My veterinarian’s office was equally accommodating, giving Rip, who was already vaccinated against rabies, a booster shot on Tuesday, the very day I found out the bat was rabid. This kept me from re-playing scenes in my head from a childhood favorite, Old Yeller, where a faithful frontier dog has to be killed after protecting his family from a rabid wolf, rather than a bat.

I’ve learned a lot about rabies in the past week and have written an article, elsewhere in this edition, so that our readers will be better informed than I was.

Okoniewski sent me an e-mail with the lab report, saying that the rabies was found by a fluorescent antibody test on the bat’s brain. The necropsy, or animal autopsy, showed pale spots on its wings, ticks on its right ear and thorax, no fat, and an empty stomach.

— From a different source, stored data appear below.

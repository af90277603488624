"""The unit check and the site file's corrections (issue 10, item 1).

The plant and its files are invented: one 50 kW inverter on 60 kWp, two exports of ten
clear days each at 15 minutes with AC power, interval energy and plane-of-array irradiance.
The second export writes AC power in kW under a units row saying W (the issue's case:
``48.857`` beside ``12226`` Wh per 15 minutes), the truth stated here being that the
inverter ran normally all along.
"""

from __future__ import annotations

import json
import math
import zipfile
from pathlib import Path

import numpy as np
import pandas as pd
import pvlib
import pytest
from click.testing import CliRunner

from perfcheck import analysis, db, pipeline, units
from perfcheck.cli import main
from perfcheck.errors import SiteFileError
from perfcheck.site import load_site

SITE = """\
[site]
name = "Hollowmere test field"
latitude_deg = 48.0
longitude_deg = 11.0
altitude_m = 500
timezone = "Europe/Berlin"
commissioned = 2023-05-01

[[inverters]]
id = "INV1"
ac_kw = 50
[[inverters.arrays]]
dc_kwp = 60
tilt_deg = 30
azimuth_deg = 180
gamma_pct_per_c = -0.37
strings = 10

[[loggers]]
name = "inv"
match = "inv1_*.csv"
interval_min = 15
units_row = true
[loggers.time]
columns = ["ts"]
kind = "iso"
[[loggers.columns]]
name = "P_AC"
quantity = "ac_power"
unit = "W"
inverter = "INV1"
[[loggers.columns]]
name = "E_AC"
quantity = "energy_interval"
unit = "Wh"
inverter = "INV1"
[[loggers.columns]]
name = "G_POA"
quantity = "poa"
unit = "W/m2"
[[loggers.columns]]
name = "T_AMB"
quantity = "temp_air"
unit = "C"
"""


def _export(start: str, days: int, power_scale: float, stopped: bool = False) -> str:
    """An invented export: clear-sky plane-of-array irradiance (Ineichen through pvlib's
    Location), power 0.8 x irradiance x 60 kWp / 1000 capped at the 50 kW rating, the
    interval energy power x 0.25 h, air at 20 C; power written times ``power_scale``. A
    ``stopped`` inverter writes noise of 0 to 5 W and no energy."""
    times = pd.date_range(start, periods=days * 96, freq="15min", tz="UTC")
    loc = pvlib.location.Location(48.0, 11.0, altitude=500)
    mid = times + pd.Timedelta("7.5min")
    cs = loc.get_clearsky(mid)
    sun = loc.get_solarposition(mid)
    poa = pvlib.irradiance.get_total_irradiance(30, 180, sun["apparent_zenith"],
                                                sun["azimuth"], cs["dni"], cs["ghi"],
                                                cs["dhi"])["poa_global"].fillna(0).to_numpy()
    power = np.minimum(0.8 * poa * 60.0, 50_000.0)
    if stopped:
        power = np.random.default_rng(1).uniform(0.0, 5.0, len(times))
    lines = ["ts,P_AC,E_AC,G_POA,T_AMB", ",W,Wh,W/m2,°C"]
    for t, p, g in zip(times, power, poa, strict=True):
        lines.append(f"{t.isoformat()},{p * power_scale:.3f},{p * 0.25:.0f},{g:.1f},20")
    return "\n".join(lines) + "\n"


def _plant(tmp_path: Path, corrections: str = "", stopped: bool = False) -> tuple:
    (tmp_path / "site.toml").write_text(SITE + corrections)
    good, bad = tmp_path / "inv1_2024-06a.csv", tmp_path / "inv1_2024-06b.csv"
    good.write_text(_export("2024-06-01", 10, 1.0))
    # kW under a units row saying W, or (stopped) an inverter that really stopped
    bad.write_text(_export("2024-06-11", 10, 1e-3 if not stopped else 1.0, stopped))
    site = load_site(tmp_path / "site.toml")
    return site, db.connect(tmp_path / "site.duckdb"), [good, bad]


def test_power_in_kw_under_w_is_a_finding_not_an_outage(tmp_path):
    site, con, files = _plant(tmp_path)
    pipeline.update(con, site, files)
    found = con.execute("SELECT file_id, column_name, factor, reference FROM unit_findings"
                        ).fetchall()
    assert found == [(2, "P_AC", 1000.0, "energy")]
    # the file's power is left out of readings; its energy and irradiance stay
    assert con.execute("SELECT quantity, count(*) FROM readings WHERE file_id = 2 "
                       "GROUP BY ALL ORDER BY 1").fetchall() == [
        ("energy_interval_wh", 960), ("poa_wm2", 960), ("temp_air_c", 960)]
    doc = pipeline.view(con, site, pd.Timestamp("2024-06-01", tz="UTC"),
                        pd.Timestamp("2024-06-21", tz="UTC"))
    # the truth: the inverter ran all along; the measured power comes from the energy column
    assert [e for e in doc["events"] if "outage" in e["kind"]] == []
    (finding,) = doc["data_quality"]["suspected_unit_errors"]
    assert (finding["file"], finding["column"], finding["factor"]) == (
        files[1].name, "P_AC", 1000.0)
    assert doc["metrics"]["period"]["availability"] == 1.0


def test_a_stopped_inverter_is_an_outage_not_a_unit_error(tmp_path):
    # the truth here: the inverter stopped on 2024-06-11 (noise of a few W, no energy)
    site, con, files = _plant(tmp_path, stopped=True)
    pipeline.update(con, site, files)
    assert con.execute("SELECT count(*) FROM unit_findings").fetchone() == (0,)
    doc = pipeline.view(con, site, pd.Timestamp("2024-06-01", tz="UTC"),
                        pd.Timestamp("2024-06-21", tz="UTC"))
    assert [e["kind"] for e in doc["events"] if "outage" in e["kind"]] == ["outage"]


def test_a_correction_settles_the_finding_and_is_recorded(tmp_path):
    fix = ('\n[[corrections]]\nfiles = "inv1_2024-06b.csv"\ncolumn = "P_AC"\nunit = "kW"\n'
           'reason = "export written in kW under a W units row (checked against the meter)"\n')
    site, con, files = _plant(tmp_path, fix)
    pipeline.update(con, site, files)
    assert con.execute("SELECT count(*) FROM unit_findings").fetchone() == (0,)
    assert con.execute("SELECT file_id, column_name, factor, rule FROM unit_corrections"
                       ).fetchall() == [(2, "P_AC", 1000.0, "corrections[0] (files "
                                         "'inv1_2024-06b.csv')")]
    # the stored values are kept as read; readings show them x 1000 (kW to W, SI prefix k)
    raw = con.execute("SELECT max(value) FROM channel_values v JOIN channels USING "
                      "(channel_id) WHERE file_id = 2 AND quantity = 'ac_power_w'").fetchone()[0]
    seen = con.execute("SELECT max(value) FROM readings WHERE file_id = 2 "
                       "AND quantity = 'ac_power_w'").fetchone()[0]
    assert math.isclose(seen, raw * 1000.0, rel_tol=1e-12)
    doc = pipeline.view(con, site, pd.Timestamp("2024-06-01", tz="UTC"),
                        pd.Timestamp("2024-06-21", tz="UTC"))
    assert doc["data_quality"]["unit_corrections"][0]["reason"].startswith("export written")


def test_a_correction_added_later_recomputes(tmp_path):
    site, con, files = _plant(tmp_path)
    pipeline.update(con, site, files)
    first = analysis.current(con).input_hash
    (tmp_path / "site.toml").write_text(SITE + '\n[[corrections]]\nfiles = "*06b*"\n'
                                        'column = "P_AC"\nfactor = 1000\nreason = "kW"\n')
    site = load_site(tmp_path / "site.toml")
    assert not units.current(con, site)
    pipeline.update(con, site, [])
    assert units.current(con, site)
    assert con.execute("SELECT count(*) FROM unit_findings").fetchone() == (0,)
    assert analysis.current(con).input_hash != first
    measured = con.execute("SELECT max(measured_ac_w) FROM aligned WHERE ts >= "
                           "'2024-06-11'").fetchone()[0]
    assert measured > 40_000  # the corrected kW values, in W


def test_two_equally_specific_corrections_are_an_error(tmp_path):
    fix = ''.join(f'\n[[corrections]]\nfiles = "{g}"\ncolumn = "P_AC"\nfactor = 1000\n'
                  'reason = "kW"\n' for g in ("inv1_*b.csv", "inv1_2*.csv"))
    site, con, files = _plant(tmp_path, fix)
    with pytest.raises(SiteFileError) as err:
        pipeline.update(con, site, files)
    assert str(err.value) == (
        f"{site.path}: corrections[0] (files 'inv1_*b.csv') and corrections[1] (files "
        f"'inv1_2*.csv') both correct column 'P_AC' of {files[1]} equally specifically; make "
        "one files glob more specific")


@pytest.mark.parametrize("body, message", [
    ('column = "P"\nfactor = 2\nreason = "x"', "corrections[0].column: 'P' is not a measured "
     "column of any [[loggers]] entry (status codes have no unit)"),
    ('column = "P_AC"\nreason = "x"', "corrections[0].factor: give either factor"),
    ('column = "P_AC"\nunit = "K"\nreason = "x"', "corrections[0].unit: 'K' is not one of"),
    ('column = "P_AC"\nfactor = 1000\nreason = " "', "corrections[0].reason: say why"),
])
def test_corrections_are_validated(tmp_path, body, message):
    (tmp_path / "site.toml").write_text(SITE + f'\n[[corrections]]\nfiles = "*"\n{body}\n')
    with pytest.raises(SiteFileError) as err:
        units.load_corrections(load_site(tmp_path / "site.toml"))
    assert str(err.value).startswith(f"{tmp_path / 'site.toml'}: {message}")


# --------------------------------------------------------------------------------------------
# the statistic, on stated numbers


def test_clean_factor():
    # kW read as W: power x interval / energy = 1/1000 (SI prefix k, BIPM SI Brochure 2019)
    assert units.clean_factor(1000 * 1.05, units.CLEAN_FACTORS, 1.2) == 1000
    assert units.clean_factor(1 / 1000, units.CLEAN_FACTORS, 1.2) == 1e-3
    # 1 kWh = 3.6 MJ (BIPM SI Brochure 2019, Table 8); a correct pair sits near 1
    assert units.clean_factor(3.6, units.CLEAN_FACTORS, 1.2) == 3.6
    assert units.clean_factor(1.1, units.CLEAN_FACTORS, 1.2) is None
    assert units.clean_factor(2.0, units.CLEAN_FACTORS, 1.2) is None


def test_rating_test_needs_a_level_a_prefix_off_and_the_sun():
    sunny = {"p99": 48.9, "n_day": 500, "sun_corr": 0.9}
    # 48.9 "W" on a 50 kW inverter: 1000 too low
    assert units.decide(sunny, None, [], True, 50_000.0, 15)[:2] == (1000.0, "rating")
    # a stopped inverter's noise does not follow the sun: not a unit error (an outage)
    assert units.decide({**sunny, "sun_corr": 0.05}, None, [], True, 50_000.0, 15) is None
    # a dark winter month at a fifth of the rating is plausible: no finding
    assert units.decide({**sunny, "p99": 10_000.0}, None, [], True, 50_000.0, 15) is None
    # values 1000 too high (W under kW): level / rating = 1000 x 0.98
    assert units.decide({**sunny, "p99": 4.9e7}, None, [], True, 50_000.0, 15)[0] == 1e-3


def test_energy_pair_decides_and_a_steady_ratio_is_needed():
    level = {"p99": 4.9e4, "n_day": 500, "sun_corr": 0.9}
    pair = {"n": 400, "q25": 0.95, "q50": 1.0, "q75": 1.05}
    assert units.decide(level, pair, [], True, 50_000.0, 15) is None
    # power written as energy per 15 minutes (Wh) where W is declared: a quarter, factor 4
    quarter = {"n": 400, "q25": 0.24, "q50": 0.25, "q75": 0.26}
    assert units.decide({**level, "p99": 1.2e4}, quarter, [], True, 50_000.0, 15)[:2] == (
        4.0, "energy")
    # a scattered ratio (noise) decides nothing
    noisy = {"n": 400, "q25": 0.05, "q50": 0.25, "q75": 2.0}
    assert units.decide({**level, "p99": 1.2e4}, noisy, [], True, 50_000.0, 15) is None


def test_check_text_report_and_bundle_show_the_finding_and_verify_reruns_it(tmp_path):
    fix = ('\n[[corrections]]\nfiles = "inv1_2024-06a.csv"\ncolumn = "E_AC"\nfactor = 1\n'
           'reason = "energy column checked against the meter (invented)"\n')
    site, con, files = _plant(tmp_path, fix)
    con.close()
    runner = CliRunner()
    db_path = str(tmp_path / "site.duckdb")
    site_path = str(tmp_path / "site.toml")
    for args in (["ingest", site_path, *map(str, files), "--db", db_path],
                 ["model", site_path, "--db", db_path]):
        assert runner.invoke(main, args).exit_code == 0
    out = runner.invoke(main, ["check", site_path, "--db", db_path])
    assert out.exit_code == 0, out.output
    assert (f"Suspected unit error: {files[1].name}, column P_AC: the values look 1000 times too "
            "low (against the same inverter's energy: median ratio to the same inverter's "
            "energy 0.001") in out.stdout
    assert (f"Unit correction: {files[0].name}, column E_AC multiplied by 1 (corrections[0] (files "
            "'inv1_2024-06a.csv')): energy column checked") in out.stdout
    zipped = tmp_path / "claim.zip"
    out = runner.invoke(main, ["evidence", site_path, "--db", db_path, "--from", "2024-06-01",
                               "--to", "2024-06-20", "--out", str(zipped)])
    assert out.exit_code == 0, out.output
    with zipfile.ZipFile(zipped) as z:
        doc = json.loads(z.read("results/check.json"))
    assert [f["column"] for f in doc["data_quality"]["suspected_unit_errors"]] == ["P_AC"]
    ok = runner.invoke(main, ["verify", str(zipped)])
    assert ok.exit_code == 0, ok.output


def test_other_files_of_the_column_are_a_reference():
    low = {"p99": 47.0, "n_day": 900, "sun_corr": 0.7}
    # two healthy months peaking at 45 and 48 kW: this one at 47 "W" is 1000 too low
    assert units.decide(low, None, [45_000.0, 48_000.0], True, 50_000.0, 15)[:2] == (
        1000.0, "other files")
    # a dark month at 1/30 of the rating, a sixth of the others: no finding (season)
    assert units.decide({**low, "p99": 1_600.0}, None, [9_000.0, 10_000.0], True, 50_000.0,
                        15) is None


def test_follows_the_sun_needs_more_than_noise():
    # values unrelated to the sun: correlation ~ N(0, 1/n) (Fisher 1915, large n); 4 standard
    # errors at n = 100 is 0.4, at n = 10 000 the floor of 0.15 applies
    assert not units.follows_the_sun(0.3, 100)
    assert units.follows_the_sun(0.45, 100)
    assert units.follows_the_sun(0.16, 10_000)
    assert not units.follows_the_sun(0.9, 20)  # too few daylight rows
    assert not units.follows_the_sun(None, 1000)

Okoniewski wrote that the case illustrates how difficult it is to predict rabies. Of the two bats he looked at that day — mine and the red bat — he would have guessed, if either had rabies, based on circumstantial evidence, it would have been the red bat.

“Your bat seemed to perfectly fit the trapped-inside-a-house-for-days-but-otherwise-OK scenario,” he wrote, “whereas the red bat was curled up on a sidewalk for no apparent reason.”

This reinforces for me the need to keep looking for answers rather than accepting surface appearances; an old newspaperman once called it “having rats in your belly.” I’m grateful there’s a public-health system in place, with someone like Okoniewski, that made it happen.

Oddly, the entire experience has reduced rather than heightened my fear of bats.  Maybe because I see there is a rational course that can be pursued when confronted with rabies. Maybe it is just learning about the kindness of people who helped me but are not named here.

Maybe, too, it is thinking of my poor bat’s face, cupped in Okoniewski hand. I looked up Roethke’s poem, which ends, “For something is amiss or out of place/ When mice with wings can wear a human face.”